Vorführung des Films „Rohtenburg“ gestoppt"Kannibale von Rohtenburg" erwirkt einstweilige Verfügung

Das Oberlan­des­gericht Frankfurt am Main hat auf eine sofortige Beschwerde des Verfü­gungs­klägers einen Beschluss der 5. Zivilkammer des Landgerichts Kassel vom 13.01.2006 aufgehoben und der Verfü­gungs­be­klagten untersagt, den Film Rohtenburg in den Verkehr zu bringen oder bringen zu lassen.

Der in den Medien auch als „Kannibale von Rohtenburg“ bezeichnete Verfü­gungs­kläger hat die Verfü­gungs­be­klagte, eine in Kalifornien / USA ansässige Filmpro­duk­ti­o­ns­ge­sell­schaft , im Wege der einstweiligen Verfügung mit dem Ziel in Anspruch genommen, den für den 09.03.2006 angekündigten Kinostart des Films „Rohtenburg“ zu verhindern. Er ist wegen Mordes angeklagt und befindet sich deswegen in Unter­su­chungshaft. Die Straf­ver­handlung findet derzeit vor dem Landgericht Frankfurt am Main statt. Der Verfü­gungs­kläger macht geltend, der Film schildere in einer reißerischen und ihn bloßstellenden Weise nahezu detailgetreu seine private Lebens­ge­schichte und seine Tat. Darin erblickt er einen unerlaubten Eingriff in seine Persön­lich­keits­rechte. Das Landgericht Kassel hat mit Beschluss vom 12.01.2006 den Antrag auf Erlass einer einstweiligen Verfügung zurückgewiesen und zur Begründung ausgeführt, der Verfü­gungs­kläger habe die tatsächlichen Umstände seines Vorlebens und seiner Tat nicht hinreichend glaubhaft gemacht. Gegen diese Entscheidung hat der Verfü­gungs­kläger Beschwerde eingelegt. Die Verfü­gungs­be­klagte verneint demgegenüber einen erheblichen Eingriff in das Persön­lich­keitsrecht des Verfü­gungs­klägers und beruft sich auf die Grundrechte der Kunstfreiheit und der Freiheit des Films.
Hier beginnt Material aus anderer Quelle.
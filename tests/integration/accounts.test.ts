import { randomUUID } from "node:crypto"
import { afterAll, beforeAll, describe, expect, it } from "vitest"
import { asWorker, closePools, withTenant } from "@/db"
import {
  addressToReset,
  addressToVerify,
  endSession,
  findMembership,
  listMemberships,
  readSession,
  renameAccount,
  requestPasswordReset,
  resetPassword,
  signIn,
  signUp,
  type Visitor,
  verifyEmail,
} from "@/lib/accounts"
import { linkIn, mailsTo, waitForMail } from "../support/mailbox"
import { takeSettings } from "../support/stack"

beforeAll(takeSettings)
afterAll(closePools)

const password = "tarn moss valve lantern"

function newcomer() {
  const id = randomUUID().slice(0, 8)
  return { email: `wren-${id}@fernhollow.test`, name: "Wren", organisation: `Shop ${id}` }
}

/** A visitor of its own place, so that no test throttles another. */
function visitor(shift_ms = 0, ip = `2001:db8::${randomUUID().slice(0, 4)}`): Visitor {
  return { now: new Date(Date.now() + shift_ms), ip, user_agent: "test" }
}

function tokenIn(link: string): string {
  return new URL(link).searchParams.get("token") ?? ""
}

async function letterOf(email: string, subject: string): Promise<string> {
  return tokenIn(linkIn(await waitForMail(email, subject)))
}

/** Someone who has signed up and confirmed their address. */
async function member() {
  const person = newcomer()
  await signUp({ visitor: visitor(), input: { ...person, password } })
  const token = await letterOf(person.email, "Confirm")
  return { ...person, ...(await verifyEmail({ visitor: visitor(), input: { token } })) }
}

describe("signing up", () => {
  it("opens an account with its owner and a session once the address is confirmed, not before", async () => {
    const person = newcomer()
    await signUp({ visitor: visitor(), input: { ...person, password } })
    const before = await asWorker((trx) =>
      trx.selectFrom("app_user").select("id").where("email", "=", person.email).execute(),
    )
    expect(before).toEqual([])

    const token = await letterOf(person.email, "Confirm")
    expect(await addressToVerify({ visitor: visitor(), input: { token } })).toBe(person.email)
    const opened = await verifyEmail({ visitor: visitor(), input: { token } })
    expect((await readSession(opened.token, new Date()))?.person).toMatchObject({ email: person.email })
    const [membership] = await listMemberships({ user_id: opened.person.id })
    expect(membership).toMatchObject({ role: "owner", account: { name: person.organisation, plan: "nano" } })
    const acts = await withTenant(membership!.account.id, (trx) =>
      trx.selectFrom("audit_log").select(["action", "actor_id"]).execute(),
    )
    expect(acts).toEqual([{ action: "account.created", actor_id: opened.person.id }])
  })

  it("takes a confirmation link once", async () => {
    const person = newcomer()
    await signUp({ visitor: visitor(), input: { ...person, password } })
    const token = await letterOf(person.email, "Confirm")
    await verifyEmail({ visitor: visitor(), input: { token } })
    await expect(verifyEmail({ visitor: visitor(), input: { token } })).rejects.toMatchObject({
      code: "not_found",
    })
  })

  it("takes no confirmation link that is a day old, or that a newer one replaced", async () => {
    const person = newcomer()
    await signUp({ visitor: visitor(), input: { ...person, password } })
    const first = await letterOf(person.email, "Confirm")
    const day_ms = 24 * 3_600_000
    expect(
      await addressToVerify({ visitor: visitor(day_ms + 1000), input: { token: first } }),
    ).toBeUndefined()
    expect(await addressToVerify({ visitor: visitor(day_ms - 60_000), input: { token: first } })).toBe(
      person.email,
    )
    await signUp({ visitor: visitor(), input: { ...person, password } })
    expect(await addressToVerify({ visitor: visitor(), input: { token: first } })).toBeUndefined()
  })

  it("answers a known address the same, writes to it, and changes nothing", async () => {
    const known = await member()
    const outcome = await signUp({
      visitor: visitor(),
      input: { ...newcomer(), email: known.email.toUpperCase(), password: "another good password" },
    })
    expect(outcome).toBeUndefined()
    expect((await waitForMail(known.email, "already have")).text).toContain("/signin")
    expect(
      await signIn({ visitor: visitor(), input: { email: known.email, password: "another good password" } }),
    ).toBeUndefined()
  })

  it("writes to an address five times an hour at most", async () => {
    const person = newcomer()
    for (let attempt = 0; attempt < 7; attempt++) {
      await signUp({ visitor: visitor(), input: { ...person, password } })
    }
    await expect.poll(async () => (await mailsTo(person.email)).length, { timeout: 15_000 }).toBe(5)
    await new Promise((resolve) => setTimeout(resolve, 1_000))
    expect(await mailsTo(person.email)).toHaveLength(5)
  })

  it("refuses a weak password at its field", async () => {
    await expect(
      signUp({ visitor: visitor(), input: { ...newcomer(), password: "short" } }),
    ).rejects.toMatchObject({ code: "validation_failed", errors: [{ pointer: "/password" }] })
  })
})

describe("signing in", () => {
  it("gives another session each time, and keeps neither's secret", async () => {
    const { email, person } = await member()
    const one = await signIn({ visitor: visitor(), input: { email, password } })
    const other = await signIn({ visitor: visitor(), input: { email: ` ${email.toUpperCase()}`, password } })
    expect(one!.token).not.toBe(other!.token)
    const stored = await asWorker((trx) =>
      trx.selectFrom("session").selectAll().where("user_id", "=", person.id).execute(),
    )
    expect(stored.length).toBe(3)
    expect(JSON.stringify(stored)).not.toContain(one!.token)
  })

  it("refuses a wrong password and an unknown address alike", async () => {
    const { email } = await member()
    expect(await signIn({ visitor: visitor(), input: { email, password: `${password}x` } })).toBeUndefined()
    expect(await signIn({ visitor: visitor(), input: { email: newcomer().email, password } })).toBeUndefined()
  })

  it("says that the address waits to be confirmed only to whoever knows the password", async () => {
    const person = newcomer()
    await signUp({ visitor: visitor(), input: { ...person, password } })
    await expect(
      signIn({ visitor: visitor(), input: { email: person.email, password } }),
    ).rejects.toMatchObject({
      code: "conflict",
    })
    expect(
      await signIn({ visitor: visitor(), input: { email: person.email, password: `${password}x` } }),
    ).toBeUndefined()
  })

  it("makes whoever fails five times from one place wait, longer each time, and nobody else", async () => {
    const { email } = await member()
    const place = visitor().ip
    const wrong = { email, password: "wrong wrong wrong wrong" }
    for (let attempt = 0; attempt < 5; attempt++) await signIn({ visitor: visitor(0, place), input: wrong })
    await expect(signIn({ visitor: visitor(0, place), input: wrong })).rejects.toMatchObject({
      code: "rate_limited",
      retryAfterS: 10,
    })
    await expect(signIn({ visitor: visitor(0, place), input: { email, password } })).rejects.toMatchObject({
      code: "rate_limited",
    })
    expect(await signIn({ visitor: visitor(11_000, place), input: wrong })).toBeUndefined()
    await expect(signIn({ visitor: visitor(12_000, place), input: wrong })).rejects.toMatchObject({
      retryAfterS: 19,
    })
    expect(await signIn({ visitor: visitor(), input: { email, password } })).toBeDefined()
    expect(await signIn({ visitor: visitor(12_000, place), input: { email, password } })).toBeDefined()
  })

  it("cannot be tried a hundred times at once", async () => {
    const { email } = await member()
    const place = visitor().ip
    const tries = Array.from({ length: 20 }, () =>
      signIn({ visitor: visitor(0, place), input: { email, password: "wrong wrong wrong wrong" } }).then(
        () => "tried",
        () => "refused",
      ),
    )
    const outcomes = await Promise.all(tries)
    expect(outcomes.filter((outcome) => outcome === "tried")).toHaveLength(5)
  })
})

describe("a session", () => {
  it("is dead at once when it is ended", async () => {
    const { token } = await member()
    expect(await readSession(token, new Date())).toBeDefined()
    await endSession(token)
    expect(await readSession(token, new Date())).toBeUndefined()
  })

  it("ends after 12 idle hours, and after 30 days however busy", async () => {
    const { token } = await member()
    const hour_ms = 3_600_000
    const at = (hours: number) => new Date(Date.now() + hours * hour_ms)
    expect(await readSession(token, at(12.1))).toBeUndefined()
    for (let hours = 0; hours < 30 * 24 - 1; hours += 11)
      expect(await readSession(token, at(hours))).toBeDefined()
    expect(await readSession(token, at(30 * 24 + 0.1))).toBeUndefined()
  })

  it.each(["", "x", "a".repeat(43), `${"a".repeat(42)}!`, "a".repeat(5000)])("is not %j", async (token) => {
    expect(await readSession(token, new Date())).toBeUndefined()
  })
})

describe("a forgotten password", () => {
  it("is set anew by a link that works once; every session ends, the owner is told, the trail shows it", async () => {
    const { email, token: session, person } = await member()
    await requestPasswordReset({ visitor: visitor(), input: { email } })
    const token = await letterOf(email, "new password")
    const input = { token, password: "lantern valve moss tarn" }
    await expect(
      resetPassword({ visitor: visitor(), input: { token, password: "short" } }),
    ).rejects.toMatchObject({ code: "validation_failed" })
    await resetPassword({ visitor: visitor(), input })
    expect(await readSession(session, new Date())).toBeUndefined()
    expect(await signIn({ visitor: visitor(), input: { email, password } })).toBeUndefined()
    expect(await signIn({ visitor: visitor(), input: { email, password: input.password } })).toBeDefined()
    await expect(resetPassword({ visitor: visitor(), input })).rejects.toMatchObject({ code: "not_found" })
    await waitForMail(email, "was changed")
    const [membership] = await listMemberships({ user_id: person.id })
    const acts = await withTenant(membership!.account.id, (trx) =>
      trx.selectFrom("audit_log").select("action").execute(),
    )
    expect(acts).toContainEqual({ action: "person.password_reset" })
  })

  it("opens an address again that a hundred failures had closed", async () => {
    const { email } = await member()
    await asWorker((trx) =>
      trx
        .insertInto("sign_in_failure")
        .values(Array.from({ length: 100 }, () => ({ email, ip: "2001:db8::1" })))
        .execute(),
    )
    await expect(signIn({ visitor: visitor(), input: { email, password } })).rejects.toMatchObject({
      code: "rate_limited",
    })
    await requestPasswordReset({ visitor: visitor(), input: { email } })
    const token = await letterOf(email, "new password")
    await resetPassword({ visitor: visitor(), input: { token, password: "lantern valve moss tarn" } })
    expect(
      await signIn({ visitor: visitor(), input: { email, password: "lantern valve moss tarn" } }),
    ).toBeDefined()
  })

  it("is no longer set by a link that is half an hour old", async () => {
    const { email } = await member()
    await requestPasswordReset({ visitor: visitor(), input: { email } })
    const token = await letterOf(email, "new password")
    expect(await addressToReset({ visitor: visitor(29 * 60_000), input: { token } })).toBe(email)
    expect(await addressToReset({ visitor: visitor(30 * 60_000 + 1000), input: { token } })).toBeUndefined()
    expect(await addressToVerify({ visitor: visitor(), input: { token } })).toBeUndefined()
  })

  it("sends nothing to an unknown address and says nothing of it", async () => {
    const { email } = newcomer()
    expect(await requestPasswordReset({ visitor: visitor(), input: { email } })).toBeUndefined()
    await new Promise((resolve) => setTimeout(resolve, 1_500))
    expect(await mailsTo(email)).toEqual([])
  })
})

describe("an account", () => {
  it("does not exist for whoever is not in it", async () => {
    const one = await member()
    const other = await member()
    const [membership] = await listMemberships({ user_id: one.person.id })
    const { slug } = membership!.account
    expect(await findMembership({ user_id: one.person.id, slug })).toBeDefined()
    expect(await findMembership({ user_id: other.person.id, slug })).toBeUndefined()
  })

  it("gets a slug of its own when its name is taken", async () => {
    const organisation = `Twin ${randomUUID().slice(0, 6)}`
    const slugs: string[] = []
    for (let twin = 0; twin < 2; twin++) {
      const person = { ...newcomer(), organisation }
      await signUp({ visitor: visitor(), input: { ...person, password } })
      const token = await letterOf(person.email, "Confirm")
      const opened = await verifyEmail({ visitor: visitor(), input: { token } })
      const [membership] = await listMemberships({ user_id: opened.person.id })
      slugs.push(membership!.account.slug)
    }
    expect(slugs[1]).toBe(`${slugs[0]}-2`)
  })

  it("is renamed by an owner alone", async () => {
    const { person } = await member()
    const [membership] = await listMemberships({ user_id: person.id })
    const account_id = membership!.account.id
    const as = (role: "owner" | "developer") => ({
      account_id,
      actor: { kind: "user", id: person.id, role } as const,
      now: new Date(),
    })
    await expect(renameAccount({ ctx: as("developer"), input: { name: "Mine" } })).rejects.toMatchObject({
      code: "forbidden",
    })
    await renameAccount({ ctx: as("owner"), input: { name: "Fern and Hollow" } })
    expect((await listMemberships({ user_id: person.id }))[0]!.account.name).toBe("Fern and Hollow")
  })
})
Das Beschwer­de­gericht hat dem Begehren des Verfü­gungs­klägers stattgegeben. Nach der Auffassung des 14. Zivilsenats hat der Verfü­gungs­kläger einen Anspruch gegen die Verfü­gungs­be­klagte, es zu unterlassen, den Film „Rohtenburg“ vorzuführen oder sonst einem Publikum zugänglich zu machen. Der Film verletzt das Persön­lich­keitsrecht des Verfü­gungs­klägers. Er enthält nach dem jedenfalls im Beschwer­de­ver­fahren glaubhaft gemachten Vorbringen des Verfü­gungs­klägers zu seiner privaten Lebens­ge­schichte und der ihm vorgeworfenen Tat bis in Einzelheiten hinein eine nahezu detailgetreue Wiedergabe seiner privaten Lebens­ge­schichte nebst darin enthaltener Auffälligkeiten, seiner Familie, der Vorgeschichte und der Ausführung der Tat. In Verbindung mit dem Titel des Films, der praktisch unverhüllt auf den Verfü­gungs­kläger hinweist, wird der Verfü­gungs­kläger in dem Film in dessen Hauptfigur Oliver Hagen dargestellt.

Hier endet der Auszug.